// tests/generated/cxx_views.hpp - what cxx17_f32.cpp (the generated header
// compiled as C++17) exposes to the test.
#ifndef COUNTERFLUX_TESTS_GENERATED_CXX_VIEWS_HPP
#define COUNTERFLUX_TESTS_GENERATED_CXX_VIEWS_HPP

#include <cstddef>

#include <counterflux/compensation.hpp>

namespace generated_test {

/// The header's arrays and axes as the library's size-erased compensation view.
counterflux::compensation_ref<float> garage_f32_view();
/// The header's reading, compiled as C++17.
float garage_f32_reading_cxx(float signal_A, float temperature_K, float pressure_Pa, unsigned* status);
std::size_t garage_f32_temperature_count();
std::size_t garage_f32_pressure_count();
const float* garage_f32_gain_table();  ///< GAIN * c(T, P), row-major
float garage_f32_gain();                ///< GAIN, reading units per A at the reference

}  // namespace generated_test

#endif
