/* C99 translation unit of the generated flue_o2.h (stagnant law, q15). */
#include "flue_o2.h"
#include "wrappers.h"

float curved_span(float t, float p, unsigned *s) { return flue_o2_span(t, p, s); }
float curved_zero(float t, unsigned *s) { return flue_o2_zero(t, s); }
float curved_reading(float i, float t, float p, unsigned *s) { return flue_o2_reading(i, t, p, s); }
float curved_proven_error(void) { return FLUE_O2_PROVEN_ERROR; }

:: What is needed ::
Although the records may continue, retype only the lines from the first one through the one containing "float curved_zero(float t, unsigned", exactly as they appear.

:: Response ::
// tests/generated/cxx_views.hpp - what cxx17_f32.cpp (the generated header
// compiled as C++17) exposes to the test.
#ifndef COUNTERFLUX_TESTS_GENERATED_CXX_VIEWS_HPP
#define COUNTERFLUX_TESTS_GENERATED_CXX_VIEWS_HPP

#include <cstddef>

#include <counterflux/compensation.hpp>

namespace generated_test {

/// The header's arrays and axes as the library's size-erased compensation view.
counterflux::compensation_ref<float> garage_f32_view();
/// The header's reading, compiled as C++17.
float garage_f32_reading_cxx(float signal_A, float temperature_K, float pressure_Pa, unsigned* status);
std::size_t garage_f32_temperature_count();
std::size_t garage_f32_pressure_count();
const float* garage_f32_gain_table();  ///< GAIN * c(T, P), row-major
float garage_f32_gain();                ///< GAIN, reading units per A at the reference

}  // namespace generated_test

#endif
/* C99 translation unit of the generated flue_o2.h (stagnant law, q15). */
#include "flue_o2.h"
#include "wrappers.h"

float curved_span(float t, float p, unsigned *s) { return flue_o2_span(t, p, s); }
float curved_zero(float t, unsigned *s) { return flue_o2_zero(t, s); }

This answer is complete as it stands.